28. In the case of Ashok K Chaudhary v SEBI, (Appeal No 69 of 2008), dated
November 5, 2008, the Hon’ble SAT observed that :
Page 23 of 24
“such large number of reverse trades cannot take place through the
mechanism of the system. These have obviously been manipulated. Moreover,
reverse trades are fictitious trades meant to increase volumes on the screen
of the trading system as there is no change of beneficial ownership in the
traded shares”.
29. In view of the above findings it can be concluded that SHEETAL KADAM has
violated Regulation 4(1) and 4(2) (e) of PFUTP Regulations. The said violations
attract penalty under section 15HA of the SEBI Act which provides that:
15HA. Penalty for fraudulent and unfair trade practices‐ If any person
indulges in fraudulent and unfair trade practices relating to securities,
he shall be liable to a penalty of twenty‐five crore rupees or three
times the amount of profits made out of such practices, whichever is
higher.
30. In this regard, the provisions of Section 15J of the SEBI Act and Rule 5 of the
Rules require that while adjudging the quantum of penalty, the adjudicating
officer shall have due regard to the following factors namely;
a. the amount of disproportionate gain or unfair advantage wherever
quantifiable, made as a result of the default
b. the amount of loss caused to an investor or group of investors as a
result of the default
c. the repetitive nature of the default
31. It is also to be noted that the Investigation report has not quantified the
profit / loss for the nature of violations /transactions carried out by SHEETAL
KADAM and no quantifiable figures are available on record to assess the
disproportionate gain or unfair advantage, amount of loss caused to an
investor or group of investors as a result of the fraudulent practices and non‐
genuine transactions.
Page 24 of 24
32. In view of the above, I impose a penalty of Rs. 40 lakhs (forty lakhs only) on
SHEETAL KADAM under Section 15 HA of the Securities and Exchange Board
of India Act, 1992, which is appropriate in the facts and circumstances of the
case.
ORDER
33. In view of the above, after considering all the facts and circumstances of the
case and exercising the powers conferred upon me U/s 15‐I of the Act, I
hereby impose a penalty of Rs. 40 lakhs (forty lakhs only) on SHEETAL
KADAM under Section 15HA of the SEBI Act. I am of view that the said
penalty is commensurate with the violations made by SHEETAL KADAM.

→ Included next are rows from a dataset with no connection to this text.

//! The cumulant generating function K(t) = ln E[exp(t S)] and its derivatives, and the solver of the
//! saddlepoint equation K'(t) = x.
//!
//! Shared by the exact engine (which tilts the law by exp(t S) so that a far tail becomes the centre of the
//! tilted law) and by the saddlepoint approximation. Every formula is written so that no exponential overflows
//! for any t in [-T_MAX, T_MAX] and probabilities near 0 or 1 keep their relative accuracy.

use super::float::Sum;
use super::moments::Moments;
use crate::portfolio::Model;

/// Largest |t| the solver uses. exp(-745) is the smallest double: beyond this the tilted law of any exposure is
/// already degenerate in f64.
pub const T_MAX: f64 = 740.0;

/// The first four derivatives of K at one t. K itself comes from [`scale`], which is a pass of its own because
/// it needs a logarithm per exposure.
#[derive(Debug, Clone, Copy, Default)]
pub struct CgfValue {
    pub t: f64,
    pub k1: f64,
    pub k2: f64,
    pub k3: f64,
    pub k4: f64,
}

/// The tilted Poisson rate lambda e^t, formed so that it does not overflow when e^t alone would (a tiny rate
/// tilted far: t beyond 709 with lambda e^t still moderate).
pub fn tilted_rate(lambda: f64, t: f64) -> f64 {
    if t < 700.0 {
        lambda * t.exp()
    } else {
        (lambda.ln() + t).exp()
    }
}

/// Quantities of t computed once per tilt and shared by every exposure.
#[derive(Debug, Clone, Copy)]
pub struct TiltConsts {
    pub t: f64,
    /// e^t.
    pub et: f64,
    /// e^-t.
    pub emt: f64,
    /// e^t - 1.
    pub em1: f64,
    /// e^-t - 1.
    pub emm1: f64,
}

impl TiltConsts {
    pub fn new(t: f64) -> Self {
        TiltConsts { t, et: t.exp(), emt: (-t).exp(), em1: t.exp_m1(), emm1: (-t).exp_m1() }
    }
}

34. The above penalty amount shall be paid through a duly crossed demand draft
drawn in favour of “SEBI – Penalties Remittable to Government of India”
payable at Mumbai, within 45 days of receipt of this order. The said demand
draft should be forwarded to Deputy General Manager, Investigation
Department ‐ ID 6, Securities and Exchange Board of India, SEBI Bhavan, Plot
No, C4‐A, “G” Block, Bandra Kurla Complex, Bandra (East), Mumbai‐400 051.
35. In terms of the Rule 6 of the Adjudicating Rules, copies of this order are sent
to SHEETAL KADAM and also to Securities and Exchange Board of India.